Dice Box
Source CodeThe fun one! After a lot of fairly earnest work at trying to design new interfaces, I felt that there wasn’t enough fun in the project. The original set of concepts had quite a lot of fun (but maybe impractical) ideas. Around this time the Twitter/Reddit meme of terrible phone number interfaces was going around and I thought ‘these people are basically doing my project, but having more fun’ (then right at the end of the project the ‘worst volume control’ meme happened). This ended up being by far the most complicated and involved prototypes, but also the most fun to build.
Having spent some time considering the different ‘families’ of number interactions I knew that I wanted to include a random number interface. Immediately the idea of using dice came to mind, being the classic (human) random number generator. I remembered reading about the Dice-O-Matic years ago, but wanted to make an interface, not a totally automated machine. This was about bringing the human back into the loop rather than creating a physical version of Math.random()
.
I did some quick OpenCV experiments with 6 sided dice, and while their flat surfaces make the recognition task pretty easy, I knew I wanted better resolution. The idea was to have a random number generator that could stand in for Math.random()
(to some degree), not specifically for playing board games. I also wanted a bit of a challenge, so decided to use 10 sided dice. The idea was to have a set of dice in a box that when shaken would transmit the dice rolls inside.
The challenge of 10 sided dice is that more than one face is visible at a time, I felt that crafting traditional computer vision heuristics for this would be time consuming and possibly inaccurate. I decided to try a deep learning approach.

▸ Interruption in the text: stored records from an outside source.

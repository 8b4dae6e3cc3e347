//! `subwatch demo`: a whole invented night at the invented Kestrel Ridge Observatory,
//! end to end through the real daemon path. A previous night goes into the store first;
//! then tonight's frames are written into the watched folder the way a capture program
//! writes them (in pieces, some under a temporary name then renamed), the daemon measures,
//! records, judges and alerts, and the morning summary (HTML, plots, CSV, and the mail as
//! an .eml file) is produced. A shell over `sim`, `watch`, `store` and `morning`.

use std::io::Write;
use std::path::{Path, PathBuf};
use std::sync::atomic::{AtomicBool, Ordering};
use std::sync::Arc;
use std::time::{Duration, Instant};

use crate::config::Config;
use crate::contract::NightDocument;
use crate::frame::write::{write_frame, Encoding};
use crate::sim::night::{render_night, NightFrame, NightPlan};
use crate::store::Store;

#[derive(Debug, thiserror::Error)]
pub enum DemoError {
    #[error("{0}")]
    Folder(String),
    #[error("{path}: {source}")]
    Io {
        path: PathBuf,
        #[source]
        source: std::io::Error,
    },
    #[error(transparent)]
    Frame(#[from] crate::frame::FrameError),
    #[error(transparent)]
    Store(#[from] crate::store::StoreError),
    #[error(transparent)]
    Morning(#[from] crate::morning::MorningError),
    #[error(transparent)]
    Watch(#[from] crate::watch::WatchError),
    #[error("the daemon measured {done} of {total} frames in time")]
    Timeout { done: usize, total: usize },
}

pub struct DemoOutcome {
    pub out: PathBuf,
    pub night: String,
    pub doc: NightDocument,
    pub html: PathBuf,
    pub csv: PathBuf,
    pub json: PathBuf,
    pub mails: Vec<PathBuf>,
    pub seconds: f64,
    /// The morning's line for each planned target imaged tonight.
    pub plans: Vec<String>,
}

Building a robot to build a dataset
To train a deep learning model I was going to need a dataset. Fortunately for this project the environmental conditions could be very well controlled. I designed and 3D printed a box that would hold three dice, each in a separate channel to ensure they were always separated and with a ramp so they would reliably land in the same position, flat on one side. The box was equipped with a Raspberry Pi Zero, a camera, a white LED per die, and an accelerometer.
Sensor libraries for the Pi can be a little thin on the ground, so I ended up implementing the sensor reading I needed from the LSM9DS1 accelerometer from scratch using the I²C protocol.
When shaken the dice would roll into position, the accelerometer would detect when the movement had finished, the LEDs would turn on (to ensure consistent lighting) and the camera would take a picture. The images were then rsynced to my laptop. The camera settings were tweaked to be highly exposed, ensuring very clear contrast.
Sensor libraries for the Pi can be a little thin on the ground, so I ended up implementing the sensor reading I needed from the LSM9DS1 accelerometer from scratch using the I²C protocol.
I attached an Arduino controlled servo to the box, on a little Lego rig. The Arduino didn’t get any feedback about when the image capture had finished, I just set it to run at a fixed time that allowed enough time. Each roll took 2.5 seconds, and I left it running for about three hours. With three dice per roll this gave me about 15,000 images.
Labelling
The next step was to process and label all of the images. I wrote a Python script to batch crop the images into three. As the images were black and white, any image that were entirely black (taken without LEDs on) or entirely white (dice was not in shot, stuck or mistimed shot) had a much smaller file size than a good shot; removing these was easily automated with another script.
Then came the manual labelling. As this was a project about number interfaces, it only seemed right to design a bespoke interface for this task. I’m a fast touch-typist, but long strings of numbers aren’t very common. I felt that I would be faster if I assigned one number symbol per finger and did a little bit of relearning.
Rather than use the number keys, which aren’t well positioned for resting all ten fingers, I just dropped my hands onto the keyboard and used the keys that they naturally fell on. To make sure I remembered what they were between sessions I made a paper stencil and taped it to my laptop, taking inspiration from the Tom Stable’s lovely project Jane vs The Remotes.
I created a small program in Python that would display images and listen for keyboard input. To make the experience as fluent as possible, 12 images were shown at once so that the digits could be read as a word rather than individual characters. I found that when completing a line, jumping back to the beginning caused a pause. I changed the ordering so that the next image moved around the two lines in a circle so that the next image to label was always visible and the eyes didn’t have to make any big jumps. Spacebar was mapped to undo, and Backspace would skip a bad image. Being the somewhat self-competitive person that I am, I added stats and managed to reach a max of about 115 per minute, and an average of 1000 per 10 minutes. With breaks I labelled the whole set in a bit over three hours.
Deep Learning
Rather than train the model from scratch, I wanted to try Transfer Learning –re-training an existing model– with my 10 image classes. I swapped out the final layer and set it running. My first, quick attempt with 8000 training steps resulted in 95.9% accuracy, and the final run with 200,000 bumped this up to 98.7%.
Final Housing
Modifications were made to the box design so that it could properly accommodate the Raspberry Pi Zero, camera, LEDs, accelerometer, battery and a power switch. I also made the front and back panel removable, and the front panel out of clear perspex so the dice inside were visible.